I need to do better next year.
These are not the words Kalle Rovanperä’s World Rally Championship rivals can afford to hear. But it’s exactly how world rallying’s new yardstick feels.
World champion by 50 points, claimed two rounds early after just turning 22, at first it’s nigh on impossible to believe that Rovanperä could possibly get any better than he now already is.
From as early as round three, the Toyota driver looked like a shoo-in for the world title. Confident on all surfaces, and all conditions, Rovanperä proved untouchable in the first year of the Rally1 hybrid era.
But no world champion ever rests on their laurels.
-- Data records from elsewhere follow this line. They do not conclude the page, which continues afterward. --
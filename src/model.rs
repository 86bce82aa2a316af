//! The validated job: the network as designed, the bench readings, the change steps, and how
//! each scenario's network is built from them. Everything here is checked; nothing here
//! reads files.

use std::collections::BTreeMap;

use crate::job::yaml::Pos;

#[derive(Debug, Clone, Copy, PartialEq, Eq, PartialOrd, Ord, Hash, serde::Serialize)]
#[serde(rename_all = "snake_case")]
pub enum Scenario {
    AsDesigned,
    AsFound,
    AsLeft,
}

impl Scenario {
    pub const ALL: [Scenario; 3] = [Scenario::AsDesigned, Scenario::AsFound, Scenario::AsLeft];

    pub fn key(self) -> &'static str {
        match self {
            Scenario::AsDesigned => "as_designed",
            Scenario::AsFound => "as_found",
            Scenario::AsLeft => "as_left",
        }
    }

    /// The scenario as an adjective: "the as-designed level".
    pub fn adjective(self) -> &'static str {
        match self {
            Scenario::AsDesigned => "as-designed",
            Scenario::AsFound => "as-found",
            Scenario::AsLeft => "as-left",
        }
    }

    pub fn label(self) -> &'static str {
        match self {
            Scenario::AsDesigned => "as designed",
            Scenario::AsFound => "as found",
            Scenario::AsLeft => "as left",
        }
    }
}

#[derive(Debug, Clone, Copy, PartialEq, Eq, serde::Serialize)]
#[serde(rename_all = "snake_case")]
pub enum PartKind {
    Resistor,
    Capacitor,
    Inductor,
}

impl PartKind {
    pub fn name(self) -> &'static str {
        match self {
            PartKind::Resistor => "resistor",
            PartKind::Capacitor => "capacitor",
            PartKind::Inductor => "inductor",
        }
    }
}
Rovanperä has noticed where his weak spot this season was, and he’s keen to erase it when the scores reset in Monte Carlo in January.
“Usually always you have areas where you can improve but I think this year we have been quite consistent overall,” he told DirtFish.
“For me it’s more the thing that I always need to have the car really suitable for me, so maybe that’s one thing that I’m not always adapting, especially on Tarmac, in the best way,” he admitted.
“But yeah, when the car is working we have been also quite fast so that’s the main thing.”
It’s an interesting admission; one closely aligned with the struggles Rovanperä’s team-mate Elfyn Evans has been experiencing this year.
Evans has been quite vocal about how he’s been unable to extract the best from the GR Yaris Rally1, without the center diff that made the old Yaris WRC so tunable. Rovanperä has appeared to be above all of that.
However his asphalt form has definitely been weaker than his loose surface speed.
He did lead in Ypres but only for one stage where he got it wrong and barrel-rolled his Toyota. He was in the fight in Spain but never really looked to have the edge on team-mate Sébastien Ogier, and eventually had to give best to Hyundai’s Thierry Neuville too.
And in Japan, yes he was on the coattails of Evans and Neuville after the first full day but he never really seemed like a winner on pace alone. Then of course he ran into a rockface and his rally unravelled.
Even in Croatia, where Rovanperä monstered Ott Tänak on the powerstage, the grip and surface was perhaps more akin to gravel than it was Tarmac.
Of course, it’s all relative. Rovanperä’s speed on asphalt was still absolutely at the races this year, so it may seem almost irrelevant for him to pick it out. Particularly when next year there’s one fewer Tarmac rally on the calendar.
But welcome to the mindset of a top level rally driver. Nothing is perfect unless they’ve scored every single point available throughout the whole season. And even then it might not be good enough.
Rovanperä has so many years ahead of him that the rate he could potentially improve is, quite frankly, frightening.